▶ Problem statement:
Please give the number of lines in the material below that contain "which", without further comment.

▶ Information given:
◇ ◇ ◇ ◇ ◇
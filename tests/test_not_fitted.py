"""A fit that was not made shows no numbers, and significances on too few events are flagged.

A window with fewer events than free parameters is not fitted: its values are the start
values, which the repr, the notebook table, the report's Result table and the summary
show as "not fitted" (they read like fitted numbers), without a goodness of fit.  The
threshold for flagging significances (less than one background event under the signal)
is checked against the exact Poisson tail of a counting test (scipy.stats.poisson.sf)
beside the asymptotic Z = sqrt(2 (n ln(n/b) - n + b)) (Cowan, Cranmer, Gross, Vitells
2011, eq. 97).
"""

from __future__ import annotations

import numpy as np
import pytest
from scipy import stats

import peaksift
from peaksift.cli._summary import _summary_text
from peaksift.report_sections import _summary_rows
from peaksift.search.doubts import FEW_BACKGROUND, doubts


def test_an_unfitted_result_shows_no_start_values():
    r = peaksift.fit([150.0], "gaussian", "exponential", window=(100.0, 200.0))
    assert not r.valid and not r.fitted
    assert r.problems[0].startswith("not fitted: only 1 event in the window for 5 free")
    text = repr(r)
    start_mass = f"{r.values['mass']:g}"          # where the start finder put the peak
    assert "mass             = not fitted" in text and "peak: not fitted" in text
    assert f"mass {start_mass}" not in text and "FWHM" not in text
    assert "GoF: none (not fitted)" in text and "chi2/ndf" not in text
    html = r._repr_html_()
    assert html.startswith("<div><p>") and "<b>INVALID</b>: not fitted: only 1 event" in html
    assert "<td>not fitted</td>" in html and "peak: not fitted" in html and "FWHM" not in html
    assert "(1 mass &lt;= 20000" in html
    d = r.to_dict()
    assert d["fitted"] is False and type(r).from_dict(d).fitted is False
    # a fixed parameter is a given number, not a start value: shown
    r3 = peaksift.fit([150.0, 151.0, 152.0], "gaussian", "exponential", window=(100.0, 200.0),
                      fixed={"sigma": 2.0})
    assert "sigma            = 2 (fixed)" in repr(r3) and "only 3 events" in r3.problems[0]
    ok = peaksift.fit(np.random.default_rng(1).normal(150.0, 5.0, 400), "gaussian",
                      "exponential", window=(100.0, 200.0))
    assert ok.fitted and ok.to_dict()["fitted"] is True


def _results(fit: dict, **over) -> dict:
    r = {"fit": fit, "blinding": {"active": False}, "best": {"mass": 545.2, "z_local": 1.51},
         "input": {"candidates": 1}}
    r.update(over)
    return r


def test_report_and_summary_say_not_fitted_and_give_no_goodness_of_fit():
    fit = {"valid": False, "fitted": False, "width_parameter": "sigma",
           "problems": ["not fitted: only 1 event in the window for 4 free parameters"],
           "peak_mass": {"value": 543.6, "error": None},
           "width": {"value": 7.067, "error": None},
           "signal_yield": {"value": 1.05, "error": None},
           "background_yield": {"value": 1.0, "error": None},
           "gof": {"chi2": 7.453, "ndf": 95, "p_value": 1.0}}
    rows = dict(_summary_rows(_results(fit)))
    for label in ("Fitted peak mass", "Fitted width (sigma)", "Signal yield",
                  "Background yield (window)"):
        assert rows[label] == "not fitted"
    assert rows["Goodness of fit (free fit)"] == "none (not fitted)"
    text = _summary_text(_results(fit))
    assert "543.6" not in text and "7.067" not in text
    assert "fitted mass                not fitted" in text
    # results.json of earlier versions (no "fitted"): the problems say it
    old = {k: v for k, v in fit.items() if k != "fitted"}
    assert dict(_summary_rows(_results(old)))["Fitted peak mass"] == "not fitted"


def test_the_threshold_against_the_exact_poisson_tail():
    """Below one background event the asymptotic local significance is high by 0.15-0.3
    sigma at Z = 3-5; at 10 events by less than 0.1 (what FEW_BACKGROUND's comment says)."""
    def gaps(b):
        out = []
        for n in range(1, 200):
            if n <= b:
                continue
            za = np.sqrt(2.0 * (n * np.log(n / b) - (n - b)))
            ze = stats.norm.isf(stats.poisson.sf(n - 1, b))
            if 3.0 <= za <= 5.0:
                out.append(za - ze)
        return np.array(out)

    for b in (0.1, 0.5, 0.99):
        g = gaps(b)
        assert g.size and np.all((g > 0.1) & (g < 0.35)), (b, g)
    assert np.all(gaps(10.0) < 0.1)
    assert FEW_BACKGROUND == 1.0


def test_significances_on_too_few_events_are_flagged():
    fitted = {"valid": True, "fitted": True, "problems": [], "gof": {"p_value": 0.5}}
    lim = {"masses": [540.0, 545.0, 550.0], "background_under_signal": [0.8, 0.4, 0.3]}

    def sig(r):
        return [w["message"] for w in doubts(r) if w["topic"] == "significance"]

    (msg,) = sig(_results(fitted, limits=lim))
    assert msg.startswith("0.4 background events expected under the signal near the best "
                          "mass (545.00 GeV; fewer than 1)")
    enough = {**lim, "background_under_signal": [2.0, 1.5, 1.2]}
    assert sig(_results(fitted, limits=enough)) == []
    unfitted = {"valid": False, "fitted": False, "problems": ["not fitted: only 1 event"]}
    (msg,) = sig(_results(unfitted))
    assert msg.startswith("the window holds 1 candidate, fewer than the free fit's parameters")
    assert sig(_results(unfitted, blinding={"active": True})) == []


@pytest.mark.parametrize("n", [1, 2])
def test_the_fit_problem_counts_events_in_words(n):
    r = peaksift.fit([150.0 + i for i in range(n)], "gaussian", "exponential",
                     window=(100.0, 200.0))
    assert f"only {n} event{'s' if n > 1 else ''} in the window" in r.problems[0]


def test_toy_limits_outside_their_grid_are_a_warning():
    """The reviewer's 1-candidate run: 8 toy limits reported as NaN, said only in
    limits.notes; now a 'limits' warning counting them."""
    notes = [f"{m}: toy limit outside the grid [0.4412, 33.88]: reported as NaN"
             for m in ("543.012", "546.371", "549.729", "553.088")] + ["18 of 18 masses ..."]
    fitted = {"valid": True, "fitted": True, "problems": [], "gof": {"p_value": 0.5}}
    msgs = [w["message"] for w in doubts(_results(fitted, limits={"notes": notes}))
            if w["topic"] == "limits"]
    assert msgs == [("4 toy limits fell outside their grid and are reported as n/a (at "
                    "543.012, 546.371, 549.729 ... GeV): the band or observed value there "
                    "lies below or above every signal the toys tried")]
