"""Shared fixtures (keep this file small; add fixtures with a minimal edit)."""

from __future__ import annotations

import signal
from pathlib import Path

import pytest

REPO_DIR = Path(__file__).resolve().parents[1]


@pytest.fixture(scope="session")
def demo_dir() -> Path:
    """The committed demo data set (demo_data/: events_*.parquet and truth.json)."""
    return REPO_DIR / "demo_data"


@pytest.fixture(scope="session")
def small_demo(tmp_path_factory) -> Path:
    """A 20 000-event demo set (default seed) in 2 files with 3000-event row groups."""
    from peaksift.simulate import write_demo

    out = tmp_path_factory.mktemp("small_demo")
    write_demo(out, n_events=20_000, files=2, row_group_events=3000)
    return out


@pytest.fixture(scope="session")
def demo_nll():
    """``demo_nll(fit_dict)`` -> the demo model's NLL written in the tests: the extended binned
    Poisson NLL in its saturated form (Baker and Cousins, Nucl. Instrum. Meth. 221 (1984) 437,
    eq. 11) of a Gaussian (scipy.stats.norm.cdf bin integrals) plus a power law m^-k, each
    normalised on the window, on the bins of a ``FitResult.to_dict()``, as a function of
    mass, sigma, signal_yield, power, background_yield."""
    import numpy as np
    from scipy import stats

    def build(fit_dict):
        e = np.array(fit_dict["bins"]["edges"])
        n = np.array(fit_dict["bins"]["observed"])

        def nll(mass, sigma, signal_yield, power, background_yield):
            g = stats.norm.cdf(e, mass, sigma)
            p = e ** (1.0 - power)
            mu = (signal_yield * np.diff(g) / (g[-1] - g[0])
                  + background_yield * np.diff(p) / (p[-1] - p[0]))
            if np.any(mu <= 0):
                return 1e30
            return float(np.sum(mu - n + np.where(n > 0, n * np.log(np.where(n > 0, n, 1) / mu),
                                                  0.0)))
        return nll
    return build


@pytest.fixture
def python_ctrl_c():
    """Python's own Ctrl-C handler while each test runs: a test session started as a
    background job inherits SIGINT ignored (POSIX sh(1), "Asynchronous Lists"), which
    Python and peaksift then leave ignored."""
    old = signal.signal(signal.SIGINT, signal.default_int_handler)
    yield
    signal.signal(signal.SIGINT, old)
◇ ◇ ◇ ◇ ◇
▶ Solution for this problem:
2